TASK —
Please say how many lines in the records below contain the word "detail", giving the number alone.

GIVEN RECORDS —
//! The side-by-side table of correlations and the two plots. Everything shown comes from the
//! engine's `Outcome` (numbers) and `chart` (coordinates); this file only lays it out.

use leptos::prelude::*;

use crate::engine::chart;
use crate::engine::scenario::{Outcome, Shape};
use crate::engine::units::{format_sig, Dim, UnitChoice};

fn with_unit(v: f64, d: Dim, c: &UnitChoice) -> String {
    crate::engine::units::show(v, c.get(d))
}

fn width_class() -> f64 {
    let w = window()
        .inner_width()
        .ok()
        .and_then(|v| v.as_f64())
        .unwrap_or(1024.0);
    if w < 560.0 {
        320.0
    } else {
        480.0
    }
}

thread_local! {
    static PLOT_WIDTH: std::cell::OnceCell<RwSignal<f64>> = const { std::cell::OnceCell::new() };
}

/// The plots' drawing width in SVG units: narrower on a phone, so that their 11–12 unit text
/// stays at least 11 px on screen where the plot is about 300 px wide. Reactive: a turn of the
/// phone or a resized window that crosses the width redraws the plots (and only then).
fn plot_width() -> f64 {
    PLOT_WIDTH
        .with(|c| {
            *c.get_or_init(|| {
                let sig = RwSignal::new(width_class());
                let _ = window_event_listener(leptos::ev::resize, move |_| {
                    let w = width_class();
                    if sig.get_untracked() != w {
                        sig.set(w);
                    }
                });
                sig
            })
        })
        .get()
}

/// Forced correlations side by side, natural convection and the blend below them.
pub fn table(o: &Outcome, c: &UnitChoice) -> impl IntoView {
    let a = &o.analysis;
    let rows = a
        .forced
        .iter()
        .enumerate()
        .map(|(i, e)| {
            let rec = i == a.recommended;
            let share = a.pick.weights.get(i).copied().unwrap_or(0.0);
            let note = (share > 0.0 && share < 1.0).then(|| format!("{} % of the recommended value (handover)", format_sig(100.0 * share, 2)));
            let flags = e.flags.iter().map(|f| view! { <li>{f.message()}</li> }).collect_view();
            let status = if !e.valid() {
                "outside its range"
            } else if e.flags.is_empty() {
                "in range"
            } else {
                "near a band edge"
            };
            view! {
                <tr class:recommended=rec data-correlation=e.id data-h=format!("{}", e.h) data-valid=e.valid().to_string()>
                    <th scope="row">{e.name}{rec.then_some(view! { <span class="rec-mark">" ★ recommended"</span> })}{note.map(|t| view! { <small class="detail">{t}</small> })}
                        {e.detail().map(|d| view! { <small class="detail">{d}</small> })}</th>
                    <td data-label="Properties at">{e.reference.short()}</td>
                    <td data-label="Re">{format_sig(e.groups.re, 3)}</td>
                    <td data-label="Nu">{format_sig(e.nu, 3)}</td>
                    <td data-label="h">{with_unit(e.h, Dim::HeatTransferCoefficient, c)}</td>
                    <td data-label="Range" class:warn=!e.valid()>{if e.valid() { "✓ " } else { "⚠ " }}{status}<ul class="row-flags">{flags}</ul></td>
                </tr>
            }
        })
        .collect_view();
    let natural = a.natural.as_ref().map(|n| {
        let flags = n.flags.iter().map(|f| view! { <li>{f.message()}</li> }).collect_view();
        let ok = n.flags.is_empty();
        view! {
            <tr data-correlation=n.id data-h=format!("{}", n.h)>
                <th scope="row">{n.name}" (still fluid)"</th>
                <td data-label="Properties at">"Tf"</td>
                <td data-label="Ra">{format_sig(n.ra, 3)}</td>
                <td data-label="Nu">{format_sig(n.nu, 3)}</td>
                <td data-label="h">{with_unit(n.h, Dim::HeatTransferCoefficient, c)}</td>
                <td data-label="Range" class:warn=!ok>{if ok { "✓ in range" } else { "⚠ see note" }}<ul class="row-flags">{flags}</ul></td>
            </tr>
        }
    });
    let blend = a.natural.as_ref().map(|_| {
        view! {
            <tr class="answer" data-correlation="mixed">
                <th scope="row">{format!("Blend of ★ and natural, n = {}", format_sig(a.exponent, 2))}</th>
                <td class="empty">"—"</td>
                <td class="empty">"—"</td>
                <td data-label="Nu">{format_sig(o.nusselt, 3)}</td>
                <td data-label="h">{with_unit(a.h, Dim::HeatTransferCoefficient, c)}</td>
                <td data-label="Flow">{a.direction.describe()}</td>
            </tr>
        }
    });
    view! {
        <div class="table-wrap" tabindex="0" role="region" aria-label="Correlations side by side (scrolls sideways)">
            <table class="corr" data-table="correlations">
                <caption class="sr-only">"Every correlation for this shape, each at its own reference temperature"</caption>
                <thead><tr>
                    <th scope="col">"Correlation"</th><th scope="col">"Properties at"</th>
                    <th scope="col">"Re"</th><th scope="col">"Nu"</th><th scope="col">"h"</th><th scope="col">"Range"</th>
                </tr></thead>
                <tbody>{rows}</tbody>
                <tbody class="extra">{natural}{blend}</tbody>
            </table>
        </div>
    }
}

EXERCISE RESULT —
2